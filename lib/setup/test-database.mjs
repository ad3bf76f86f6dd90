import { join } from 'node:path';
import { prepareDatabase } from './prepare-database.mjs';
import { PrivateServer } from './private-server.mjs';
import { isAlive } from './run-command.mjs';
import { makeDataFolder, secret } from './state.mjs';

const PREFIX = 'surdwork_test_';

/**
 * A fresh database with the demo in it, on a private server that is kept apart from the one people
 * work on. Each run has its own, so that runs side by side do not meet.
 * @returns `{ env, close }`: the variables that point the application at it, and a function that drops it
 */
export async function openTestDatabase(root, address = 'http://127.0.0.1:3000') {
  const folder = process.env.TEST_DATA_DIR ?? join(root, '.data', 'test');
  makeDataFolder(folder);
  const port = process.env.TEST_DATABASE_PORT;
  const server = new PrivateServer(folder, {
    port: port === undefined ? undefined : Number(port),
    durable: false,
  });
  await server.start();
  const name = PREFIX + process.pid;
  const close = async () => {
    await server.execute(`drop database if exists \`${name}\``);
    await server.stop();
  };
  try {
    await dropLeftovers(server);
    await server.execute(`drop database if exists \`${name}\``);
    const url = await server.ensureDatabase(name, `${PREFIX}%`);
    const env = {
      TEST_DATABASE_URL: url,
      DATABASE_URL: url,
      NEXTAUTH_SECRET: secret(folder, 'sessionSecret'),
      NEXTAUTH_URL: address,
      SURDWORK_DEMO: '1',
    };
    await prepareDatabase(root, folder, { ...process.env, ...env });
    return { env, close };
  } catch (error) {
    await close();
    throw error;
  }
}

/** Drops the databases of runs that were killed; their names end in the process's number. */
async function dropLeftovers(server) {
  const listed = await server.execute('show databases');
  const names = listed.split('\n').filter((name) => name.startsWith(PREFIX));
  for (const name of names) {
    const [pid] = name.slice(PREFIX.length).split('_');
    if (!isAlive(Number(pid))) await server.execute(`drop database \`${name}\``);
  }
}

• Exercise aim: Go through the listing above, and whenever a line holds the word "prepareDatabase", copy it.

• Written solution:
import { prepareDatabase } from './prepare-database.mjs';
    await prepareDatabase(root, folder, { ...process.env, ...env });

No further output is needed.